■ BRIEF:
Reproduce precisely the lines between the start of the data below and the line with "screws only bent", both included.

■ SUPPLIED INFORMATION:
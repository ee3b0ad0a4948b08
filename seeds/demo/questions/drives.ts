import { family, type QuestionFamily } from './family.js';

/** Belts, gears and motors. */
export const driveQuestions: readonly QuestionFamily[] = [
  family('belt-bracket-lip-does-not-enter-the-m1-recess', {
    titles: [
      'Belt bracket stands off the M1 by more than a millimetre',
      'Should the lip of the belt bracket go into the motor at all?',
      'Bracket rocks on the M1 whichever screw I tighten first',
    ],
    notices: [
      'With all four screws loose the plate can be tipped with one finger; the lip sits on the rim of the recess.',
      'My caliper says the lip is three millimetres wider than the hole it is meant for, so it cannot be meant for this motor.',
      'The gap is the same all round when nothing is tight and closes on whichever side I tighten.',
    ],
    tried: [
      'I have turned the plate by a quarter each time, with no difference.',
      'Longer screws only bent the plate.',
    ],
    answers: {
      'coins-behind-the-plate':
        'Fill the gap instead of fighting it: coins of the right thickness at three of the screws, and the plate stands parallel. The gap is the height of the lip, since it does not enter at all; so measure that first.',
      'trim-the-lip-off':
        'On this pair the lip does no work. I took mine off and the plate has sat flat since; motor and belt out first, dust mask on.',
    },
    asides: [
      'Which revision of the motor is it? Up to Rev B the recess was wide enough, and the label tells.',
      'How high is the lip? With that figure the shim worksheet names the coins.',
    ],
  }),
  family('belt-slips-one-way-on-the-belt-bracket', {
    titles: [
      'Belt slips inwards but never outwards',
      'Teeth jump on the belt bracket when the drawtube comes back',
      'Focus runs good one way, hopeless the other',
    ],
    notices: [
      'Going out it holds against my hand; coming back it clicks over a tooth every half turn.',
      'A mark on the belt and one on the ring part company after three runs inwards.',
      'The curve of a run from the outside in has a step in it where the belt must have jumped.',
    ],
    tried: [
      'More tension makes the motor hum and does not stop it.',
      'A new belt did the same on the first evening.',
    ],
    answers: {
      'idler-to-slack-side':
        'Look which side is slack when it slips: the idler presses on the pulling side. Move it across and there are more teeth in mesh.',
      'tension-by-the-span':
        'Set it by the note of the free span rather than by feel; mine was at half of what it needed, and too tight was just as bad.',
    },
    asides: [
      'What pull does the grip ring want by itself? If it is over 8 N I would look at the grease first.',
      'Was it better when warm? Belts of the first batch get stiff.',
    ],
  }),
  family('belt-walks-off-the-motor-pulley', {
    titles: [
      'Belt climbs off the pulley of the M1',
      'Why does my belt run at the very edge of the pulley?',
      'Squeak, then the belt lies beside the pulley',
    ],
    notices: [
      'It takes about twenty turns, always towards the motor.',
      'Seen from above the belt is not square to the pulley.',
      'The edge of the belt has started to fray on one side.',
    ],
    tried: [
      'I have loosened and tightened the bracket twice.',
      'Swapping the belt end for end moved the fray to the other edge.',
    ],
    answers: {
      'pulley-into-the-plane':
        'Lay a straight edge across ring and pulley: mine was out by a millimetre. Slide the pulley on its shaft until both touch it.',
      'two-flange-idler': 'An idler with two flanges keeps it on where the plane cannot be got right.',
    },
    asides: [
      'Does the bracket sit flat? A tilted plate tilts the pulley with it.',
      'Check the grub screw too; a pulley that creeps looks just like this.',
    ],
  }),
  family('m1-stalls-in-the-cold-with-a-tight-belt', {
    titles: [
      'M1 stalls below freezing, fine indoors',
      'Motor hums but the ring stands still at minus four',
      'Is my M1 too weak for the Wren 60 in winter?',
    ],
    notices: [
      'At home it does a hundred runs; outside after an hour it loses steps on every second move.',
      'When I help by hand it goes, and the ring feels like cold honey.',
      'Only the inward moves fail, and only late at night.',
    ],
    tried: ['Half the speed helps for a while.', 'I took some tension off and it began to slip instead.'],
    answers: {
      'slower-and-slacker':
        'Both at once, and both by a little: a third slower and the belt just above where it slips. Mine has held to minus eight.',
      'regrease-the-helicoid':
        'The grease it is sold with stiffens. Cleaned and with a thin one the ring needs half the pull in the cold.',
    },
    asides: [
      'Measure the pull at the ring warm and cold before you touch anything; then you know which it is.',
      'What supply is it on? A flat cell looks the same.',
    ],
  }),
  family('belt-bracket-80-slots-end-before-the-belt-is-tight', {
    titles: [
      'Belt bracket 80: slots end and the belt is still loose',
      'Which belt for the 80 bracket, the one supplied is too long',
      'Two millimetres short of tension',
    ],
    notices: [
      'Motor hard against the end of the slots, and the belt can still be lifted off the pulley.',
      'It sags by a finger’s breadth in the middle of the span.',
    ],
    tried: [
      'I put a rubber band round it for one night, which I do not recommend.',
      'The other side of the bracket has the same slots.',
    ],
    answers: {
      'belt-three-teeth-shorter':
        'Three teeth less bring the motor back to the middle of the slots. Same pitch and width, next length down.',
      'open-the-slots-by-file':
        'I opened the slots by two millimetres with a file, from the far end, and kept the edges square. Motor off and everything covered first.',
    },
    asides: ['Count the teeth of yours before ordering: mine differed from the leaflet.'],
  }),
  family('ring-gear-fouls-the-focuser-clamp-screw', {
    titles: [
      'Ring gear hits the clamp screw of the Wren 60',
      'Grinding once a turn where the clamp screw is',
      'Is there a way round the screw head without filing?',
    ],
    notices: [
      'The rim touches the head for a few degrees and pushes the ring out of mesh.',
      'A bright line on the rim shows where it rubs.',
      'The motor stalls at the same place of the travel every time.',
    ],
    tried: [
      'Turning the screw in further takes the room but then the tube is clamped.',
      'A thinner head would have to be made.',
    ],
    answers: {
      'turn-the-ring-clear':
        'The travel is less than a turn. Loosen the ring, turn it so that the teeth you use never come to the screw, and tighten again.',
      'file-a-notch-in-the-rim':
        'A notch of a few millimetres in the rim clears it for good. Take the ring off for that, swarf and optics do not mix.',
    },
    asides: [
      'How high is the head above the body? Mine was 3.2 mm and there were 2.4 under the rim.',
      'Which way round is the kit mounted? In the leaflet it is mirrored.',
    ],
  }),
  family('ring-gear-slips-round-on-the-grip-ring', {
    titles: [
      'Motor turns, ring gear turns, focus does not',
      'Ring gear loose on the old grip ring',
      'New ring gear is larger than my grip ring',
    ],
    notices: [
      'With a pencil line across both I see the gear creep round on the knurl.',
      'I can turn it by hand with the screws as tight as I dare.',
      'It worked for a week and then began to lag.',
    ],
    tried: ['Tape under it was soft after an evening.', 'The three screws leave dents but do not hold.'],
    answers: {
      'brass-strip-under-the-ring':
        'A strip of brass sheet round the knurl, as thick as half the play, and it bites all round. No tape, it creeps.',
      'ring-bored-for-the-old-grip':
        'Ask for the ring bored to the old size; it was made for the newer grip.',
    },
    asides: ['What do you read over the knurl? The two sizes are a millimetre and a half apart.'],
  }),
  family('ring-gear-80-binds-once-a-turn', {
    titles: [
      'Ring gear 80 binds once a turn',
      'Mesh tight on one side and loose on the other',
      'Noise that comes and goes with each turn of the ring',
    ],
    notices: [
      'There is one place where it goes hard, and half a turn on there is play.',
      'Star size jumps at the same positions in every run.',
    ],
    tried: [
      'Opening the mesh stops the binding and then there is backlash everywhere else.',
      'Grease hides it for an hour.',
    ],
    answers: {
      'set-mesh-at-the-high-side':
        'Find the tight place first and set the mesh there; then nothing binds and the rest has a little more play, which the run takes out.',
      'centre-the-ring-first':
        'The ring is off centre. Three leaves of equal thickness between ring and grip, tighten, take them out, then set the mesh.',
    },
    asides: ['Hold a pencil to the teeth and turn: where does it touch?'],
  }),
  family('pinion-slips-on-the-m1-shaft', {
    titles: [
      'Pinion slips on the round shaft of the M1',
      'Position is off by more after every run',
      'Grub screw of the pinion never stays tight',
    ],
    notices: [
      'A felt-pen line over pinion and shaft is broken after one evening.',
      'It holds when I turn it by hand and slips when the motor starts with a jerk.',
      'Indoors fine, outside the zero point wanders.',
    ],
    tried: ['A larger key only rounded the screw.', 'Two drops of locking liquid held for a month.'],
    answers: {
      'degrease-and-lock-the-screw':
        'Shaft and bore have to be free of oil, and the screw wants a small dimple to sit in. Then lock it and leave it overnight.',
      'file-a-flat-on-the-shaft':
        'A flat of half a millimetre on the shaft ends it for good. Motor closed with tape first, no filings inside.',
    },
    asides: ['Read shaft and bore: if they differ by more than 0.05 mm no screw holds it.'],
  }),
  family('large-backlash-with-the-ring-gear-kit', {
    titles: [
      'Two hundred steps of backlash with the ring gear',
      'How much play is usual with the ring-gear kit?',
      'Image moves sideways each time focus reverses',
    ],
    notices: [
      'A reversal of 200 steps does nothing, 230 move the ring.',
      'I can hear the motor turn before anything moves.',
      'The run gives two curves, one for each direction.',
    ],
    tried: [
      'A higher number in the driver moves the trouble elsewhere.',
      'I pushed the motor by hand while tightening, it came back by itself.',
    ],
    answers: {
      'close-the-mesh-by-paper':
        'A strip of writing paper in the mesh, press together, tighten, turn the paper out. It left a quarter of the play here.',
      'approach-from-one-side':
        'Let every move end in the same direction. It does not take the play away but the pictures do not see it.',
    },
    asides: [
      'Test indoors first: smallest reversal that moves the ring, largest that does not.',
      'Is the bracket itself stiff? Half of mine was the plate bending.',
    ],
  }),
];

■ ANSWER BOX:
repository ee3b0ad0a4948b08
filename seeds/demo/questions/drives.ts
import { family, type QuestionFamily } from './family.js';

/** Belts, gears and motors. */
export const driveQuestions: readonly QuestionFamily[] = [
  family('belt-bracket-lip-does-not-enter-the-m1-recess', {
    titles: [
      'Belt bracket stands off the M1 by more than a millimetre',
      'Should the lip of the belt bracket go into the motor at all?',
      'Bracket rocks on the M1 whichever screw I tighten first',
    ],
    notices: [
      'With all four screws loose the plate can be tipped with one finger; the lip sits on the rim of the recess.',
      'My caliper says the lip is three millimetres wider than the hole it is meant for, so it cannot be meant for this motor.',
      'The gap is the same all round when nothing is tight and closes on whichever side I tighten.',
    ],
    tried: [
      'I have turned the plate by a quarter each time, with no difference.',
      'Longer screws only bent the plate.',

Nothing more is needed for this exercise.